Problem to work on
Exactly reproduce the lines from the line that has "window.addEventListener('keydown', onKey);" down to the last line of the entries, inclusive.

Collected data
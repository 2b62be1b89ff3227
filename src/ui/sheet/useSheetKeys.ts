/** Keys on the sheet: handed to the commands while the focus is on it, or nowhere in particular. */

import { useEffect } from 'react';
import { annotationKey } from '../annotations/annotation-keys.ts';
import { isTextField } from '../shell/usePageKeys.ts';
import { altKey, commandKey, controlKey } from './command-keys.ts';
import { blockKey, viewKey, writingKey } from './sheet-keys.ts';
import { useFit } from './useFit.ts';

export function useSheetKeys(): void {
  const fitDrawing = useFit();
  useEffect(() => {
    const onKey = (event: KeyboardEvent) => {
      if (event.defaultPrevented || isTextField(event.target) || !isOnSheet(event.target)) return;
      if (isDone(event, fitDrawing)) event.preventDefault();
    };
    window.addEventListener('keydown', onKey);
    return () => window.removeEventListener('keydown', onKey);
  }, [fitDrawing]);
}

/** Whether the key did something. */
function isDone(event: KeyboardEvent, fitDrawing: (glide: boolean) => void): boolean {
  const fitGliding = () => fitDrawing(true);
  if (annotationKey(event)) return true;
  if (event.altKey) return altKey(event);
  if (event.ctrlKey || event.metaKey) return controlKey(event);
  return commandKey(event, fitGliding) || blockKey(event) || writingKey(event.key) || viewKey(event.key, fitGliding);
}

/** Whether keys and the clipboard are meant for the sheet. */
export function isOnSheet(target: EventTarget | null): boolean {
  if (document.querySelector('dialog[open]') !== null) return false;
  return target === document.body || (target instanceof Element && target.closest('.sheet') !== null);
}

Response area
    window.addEventListener('keydown', onKey);
    return () => window.removeEventListener('keydown', onKey);
  }, [fitDrawing]);
}

/** Whether the key did something. */
function isDone(event: KeyboardEvent, fitDrawing: (glide: boolean) => void): boolean {
  const fitGliding = () => fitDrawing(true);
  if (annotationKey(event)) return true;
  if (event.altKey) return altKey(event);
  if (event.ctrlKey || event.metaKey) return controlKey(event);
  return commandKey(event, fitGliding) || blockKey(event) || writingKey(event.key) || viewKey(event.key, fitGliding);
}

/** Whether keys and the clipboard are meant for the sheet. */
export function isOnSheet(target: EventTarget | null): boolean {
  if (document.querySelector('dialog[open]') !== null) return false;
  return target === document.body || (target instanceof Element && target.closest('.sheet') !== null);
}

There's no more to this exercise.